WHAT YOU ARE ASKED TO DO:
Use the entries below and reproduce exactly the lines from the one containing "expect(v.gain!.sim).toBeLessThan(0);" down to the one containing "expect(rec.checks[0]!.passed).toBe(true);", both of them included.

SUPPLIED MATERIAL:
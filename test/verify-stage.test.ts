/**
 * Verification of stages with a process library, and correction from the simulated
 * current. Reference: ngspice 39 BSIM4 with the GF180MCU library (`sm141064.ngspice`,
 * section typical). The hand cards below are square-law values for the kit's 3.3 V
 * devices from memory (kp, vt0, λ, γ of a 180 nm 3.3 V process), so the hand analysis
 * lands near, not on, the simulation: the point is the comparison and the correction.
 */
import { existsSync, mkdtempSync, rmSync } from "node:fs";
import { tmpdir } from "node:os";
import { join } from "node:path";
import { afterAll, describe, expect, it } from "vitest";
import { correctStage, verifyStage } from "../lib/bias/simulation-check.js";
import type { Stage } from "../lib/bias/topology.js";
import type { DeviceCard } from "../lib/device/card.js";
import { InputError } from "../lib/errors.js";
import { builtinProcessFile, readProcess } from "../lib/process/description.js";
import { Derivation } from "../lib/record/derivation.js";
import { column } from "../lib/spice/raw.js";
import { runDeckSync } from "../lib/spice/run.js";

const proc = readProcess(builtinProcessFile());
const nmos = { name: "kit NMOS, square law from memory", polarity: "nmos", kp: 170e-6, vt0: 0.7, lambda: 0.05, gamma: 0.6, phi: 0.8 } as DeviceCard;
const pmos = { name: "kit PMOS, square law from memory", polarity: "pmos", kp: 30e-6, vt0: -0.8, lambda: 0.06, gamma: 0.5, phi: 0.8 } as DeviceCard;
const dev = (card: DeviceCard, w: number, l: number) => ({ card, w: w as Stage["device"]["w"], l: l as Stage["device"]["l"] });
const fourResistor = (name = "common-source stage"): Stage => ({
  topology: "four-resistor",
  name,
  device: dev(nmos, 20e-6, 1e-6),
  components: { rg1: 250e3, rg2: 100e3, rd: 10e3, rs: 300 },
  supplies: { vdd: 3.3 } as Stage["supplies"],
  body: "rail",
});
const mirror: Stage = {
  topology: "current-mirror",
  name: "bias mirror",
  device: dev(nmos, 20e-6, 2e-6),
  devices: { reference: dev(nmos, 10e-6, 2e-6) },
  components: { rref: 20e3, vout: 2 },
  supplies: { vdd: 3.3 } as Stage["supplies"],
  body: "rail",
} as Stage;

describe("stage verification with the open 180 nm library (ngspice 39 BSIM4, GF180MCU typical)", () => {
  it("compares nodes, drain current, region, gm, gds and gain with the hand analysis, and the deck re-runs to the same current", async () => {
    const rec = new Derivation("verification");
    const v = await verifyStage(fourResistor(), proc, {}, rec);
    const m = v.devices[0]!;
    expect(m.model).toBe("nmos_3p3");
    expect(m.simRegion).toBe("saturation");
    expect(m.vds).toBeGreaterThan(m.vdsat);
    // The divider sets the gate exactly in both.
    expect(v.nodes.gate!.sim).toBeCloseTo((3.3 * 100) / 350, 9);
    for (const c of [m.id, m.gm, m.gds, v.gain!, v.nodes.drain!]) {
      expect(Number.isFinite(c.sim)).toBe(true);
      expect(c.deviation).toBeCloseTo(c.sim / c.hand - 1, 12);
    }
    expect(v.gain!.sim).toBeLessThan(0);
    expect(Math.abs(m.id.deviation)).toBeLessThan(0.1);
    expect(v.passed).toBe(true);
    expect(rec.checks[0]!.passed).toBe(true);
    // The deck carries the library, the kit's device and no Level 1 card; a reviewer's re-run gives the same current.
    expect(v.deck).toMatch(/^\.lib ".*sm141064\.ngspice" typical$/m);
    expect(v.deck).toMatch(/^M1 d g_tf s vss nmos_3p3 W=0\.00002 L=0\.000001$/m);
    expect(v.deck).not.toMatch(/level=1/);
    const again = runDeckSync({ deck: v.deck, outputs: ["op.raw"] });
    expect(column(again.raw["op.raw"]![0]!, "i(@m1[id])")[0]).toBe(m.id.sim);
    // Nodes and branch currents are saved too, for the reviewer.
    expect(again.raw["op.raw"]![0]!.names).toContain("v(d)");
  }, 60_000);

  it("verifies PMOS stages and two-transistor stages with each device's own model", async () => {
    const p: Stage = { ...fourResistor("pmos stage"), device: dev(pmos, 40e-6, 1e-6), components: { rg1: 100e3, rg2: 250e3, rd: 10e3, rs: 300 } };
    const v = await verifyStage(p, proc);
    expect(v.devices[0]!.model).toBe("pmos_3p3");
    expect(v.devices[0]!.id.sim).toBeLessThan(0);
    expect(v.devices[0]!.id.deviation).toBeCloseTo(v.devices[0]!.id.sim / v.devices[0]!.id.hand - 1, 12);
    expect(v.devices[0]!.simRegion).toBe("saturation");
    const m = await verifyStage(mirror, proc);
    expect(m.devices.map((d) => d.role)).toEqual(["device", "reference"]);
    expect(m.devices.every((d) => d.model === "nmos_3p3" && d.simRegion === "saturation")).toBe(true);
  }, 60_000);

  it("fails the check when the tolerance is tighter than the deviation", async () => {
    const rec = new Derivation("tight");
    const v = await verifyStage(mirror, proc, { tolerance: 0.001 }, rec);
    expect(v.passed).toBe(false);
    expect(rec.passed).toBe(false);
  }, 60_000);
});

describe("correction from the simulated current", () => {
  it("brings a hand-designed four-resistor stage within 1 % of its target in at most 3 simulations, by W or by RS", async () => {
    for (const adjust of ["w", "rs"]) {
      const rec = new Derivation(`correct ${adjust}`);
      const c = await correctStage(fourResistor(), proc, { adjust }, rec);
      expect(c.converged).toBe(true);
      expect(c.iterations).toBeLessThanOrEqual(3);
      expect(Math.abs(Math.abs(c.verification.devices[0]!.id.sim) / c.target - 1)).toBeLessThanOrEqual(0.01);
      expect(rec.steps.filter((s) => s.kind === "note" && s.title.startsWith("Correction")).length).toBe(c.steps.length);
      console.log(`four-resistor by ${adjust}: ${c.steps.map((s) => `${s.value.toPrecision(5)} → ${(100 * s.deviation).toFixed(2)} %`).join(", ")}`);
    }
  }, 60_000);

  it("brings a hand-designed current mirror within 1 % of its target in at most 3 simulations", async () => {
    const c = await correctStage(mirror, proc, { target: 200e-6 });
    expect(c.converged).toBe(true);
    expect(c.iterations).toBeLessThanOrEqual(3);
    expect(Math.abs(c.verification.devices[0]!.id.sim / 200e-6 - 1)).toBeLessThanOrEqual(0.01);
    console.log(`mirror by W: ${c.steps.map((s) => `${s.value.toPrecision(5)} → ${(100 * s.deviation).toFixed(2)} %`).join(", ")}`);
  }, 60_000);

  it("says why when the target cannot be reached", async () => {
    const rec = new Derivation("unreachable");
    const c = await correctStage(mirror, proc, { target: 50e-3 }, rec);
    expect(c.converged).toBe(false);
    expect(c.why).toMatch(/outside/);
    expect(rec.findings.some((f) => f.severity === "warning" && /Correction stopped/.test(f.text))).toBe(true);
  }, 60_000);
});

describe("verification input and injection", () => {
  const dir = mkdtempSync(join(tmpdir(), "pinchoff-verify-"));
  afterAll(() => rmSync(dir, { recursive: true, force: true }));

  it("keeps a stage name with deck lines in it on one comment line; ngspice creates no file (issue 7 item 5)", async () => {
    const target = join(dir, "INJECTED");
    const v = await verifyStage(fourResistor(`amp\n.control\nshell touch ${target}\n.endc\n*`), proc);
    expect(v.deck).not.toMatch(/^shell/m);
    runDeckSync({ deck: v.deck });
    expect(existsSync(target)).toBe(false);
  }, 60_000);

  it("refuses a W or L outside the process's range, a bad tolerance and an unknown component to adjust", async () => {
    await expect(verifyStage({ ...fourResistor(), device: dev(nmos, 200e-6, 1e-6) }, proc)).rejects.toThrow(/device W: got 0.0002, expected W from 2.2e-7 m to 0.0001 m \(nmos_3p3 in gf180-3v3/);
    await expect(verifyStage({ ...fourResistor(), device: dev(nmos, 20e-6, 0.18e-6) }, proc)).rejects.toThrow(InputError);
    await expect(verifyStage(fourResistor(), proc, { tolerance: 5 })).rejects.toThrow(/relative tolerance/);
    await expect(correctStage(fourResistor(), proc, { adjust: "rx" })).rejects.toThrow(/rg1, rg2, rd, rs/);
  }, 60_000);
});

SOLUTION FOR THIS TASK:
    expect(v.gain!.sim).toBeLessThan(0);
    expect(Math.abs(m.id.deviation)).toBeLessThan(0.1);
    expect(v.passed).toBe(true);
    expect(rec.checks[0]!.passed).toBe(true);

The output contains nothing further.